§ **Directions for this task**
Transcribe the entries in full, keeping each word as it is.

§ **Material to process**
"""Readers for price files: daily closes or returns, daily open-high-low-close bars, and
intraday prices or bars with timestamps.

Each reader takes a path (CSV; Parquet when pyarrow is installed) or a pandas DataFrame,
picks its columns by argument or by name, checks every row (see :mod:`smle.data.checks`) and
returns a frame with smle's own column names, sorted by its key:

* :func:`read_daily`: index ``date``; column ``close`` (prices) or ``return_pct`` (returns).
* :func:`read_ohlc`: index ``date``; columns ``open``, ``high``, ``low``, ``close``.
* :func:`read_intraday`: index ``timestamp`` (time-zone aware, in the venue's time zone);
  column ``price``, or ``open``, ``high``, ``low``, ``close`` for bars.

What was repaired (only with ``repair="drop"``) is in ``frame.attrs["repairs"]``, a list of
:class:`smle.data.checks.Repair`, and in the ``smle.data`` log. What was inferred without
being an error is in ``frame.attrs["notes"]`` (sentences): the file's encoding, separator or
compression (see :mod:`smle.data.textfile`), day-first dates, and a file in newest-first
order, which is reversed (any other disorder is an error naming the row, or sorted with
``repair="drop"``; a repeated date or timestamp is an error naming the rows). Daily readers
refuse data with several rows per calendar date (intraday prices), naming what to use.
"""

from __future__ import annotations

import datetime

import numpy as np
import pandas as pd

from smle.data import checks, timestamps
from smle.data.tables import load_table
from smle.data.checks import POSITION, RowChecker
from smle.errors import SmleInputError, describe

# None: the clock as the data give it (see read_intraday); naive times are then read as UTC.
DEFAULT_TIMEZONE = None
AS_WRITTEN = "as written in the data (each row's own UTC offset; UTC where none is given)"

_KEY_NAMES = ("timestamp", "datetime", "date_time", "date", "time", "day", "index")
_KEY_FRAGMENTS = ("time", "date")
_PRICE_NAMES = ("price", "close", "last", "settle", "mid")
_PRICE_FRAGMENTS = ("close", "price")
_RETURN_NAMES = ("return", "returns", "log_return", "log_returns", "ret")
_RETURN_FRAGMENTS = ("return",)
BAR_FIELDS = ("open", "high", "low", "close")
_BAR_ALIASES = {"open": ("open", "o", "first"), "high": ("high", "h", "max"),
                "low": ("low", "l", "min"), "close": ("close", "c", "last")}

_RETURN_UNITS = {"percent": 100.0, "decimal": 1.0}


# ---------------------------------------------------------------- loading and columns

§ **Answer space**
"""Readers for price files: daily closes or returns, daily open-high-low-close bars, and
intraday prices or bars with timestamps.

Each reader takes a path (CSV; Parquet when pyarrow is installed) or a pandas DataFrame,
picks its columns by argument or by name, checks every row (see :mod:`smle.data.checks`) and
returns a frame with smle's own column names, sorted by its key:

* :func:`read_daily`: index ``date``; column ``close`` (prices) or ``return_pct`` (returns).
* :func:`read_ohlc`: index ``date``; columns ``open``, ``high``, ``low``, ``close``.
* :func:`read_intraday`: index ``timestamp`` (time-zone aware, in the venue's time zone);
  column ``price``, or ``open``, ``high``, ``low``, ``close`` for bars.

What was repaired (only with ``repair="drop"``) is in ``frame.attrs["repairs"]``, a list of
:class:`smle.data.checks.Repair`, and in the ``smle.data`` log. What was inferred without
being an error is in ``frame.attrs["notes"]`` (sentences): the file's encoding, separator or
compression (see :mod:`smle.data.textfile`), day-first dates, and a file in newest-first
order, which is reversed (any other disorder is an error naming the row, or sorted with
``repair="drop"``; a repeated date or timestamp is an error naming the rows). Daily readers
refuse data with several rows per calendar date (intraday prices), naming what to use.
"""

from __future__ import annotations

import datetime

import numpy as np
import pandas as pd

from smle.data import checks, timestamps
from smle.data.tables import load_table
from smle.data.checks import POSITION, RowChecker
from smle.errors import SmleInputError, describe

# None: the clock as the data give it (see read_intraday); naive times are then read as UTC.
DEFAULT_TIMEZONE = None
AS_WRITTEN = "as written in the data (each row's own UTC offset; UTC where none is given)"

_KEY_NAMES = ("timestamp", "datetime", "date_time", "date", "time", "day", "index")
_KEY_FRAGMENTS = ("time", "date")
_PRICE_NAMES = ("price", "close", "last", "settle", "mid")
_PRICE_FRAGMENTS = ("close", "price")
_RETURN_NAMES = ("return", "returns", "log_return", "log_returns", "ret")
_RETURN_FRAGMENTS = ("return",)
BAR_FIELDS = ("open", "high", "low", "close")
_BAR_ALIASES = {"open": ("open", "o", "first"), "high": ("high", "h", "max"),
                "low": ("low", "l", "min"), "close": ("close", "c", "last")}

_RETURN_UNITS = {"percent": 100.0, "decimal": 1.0}


# ---------------------------------------------------------------- loading and columns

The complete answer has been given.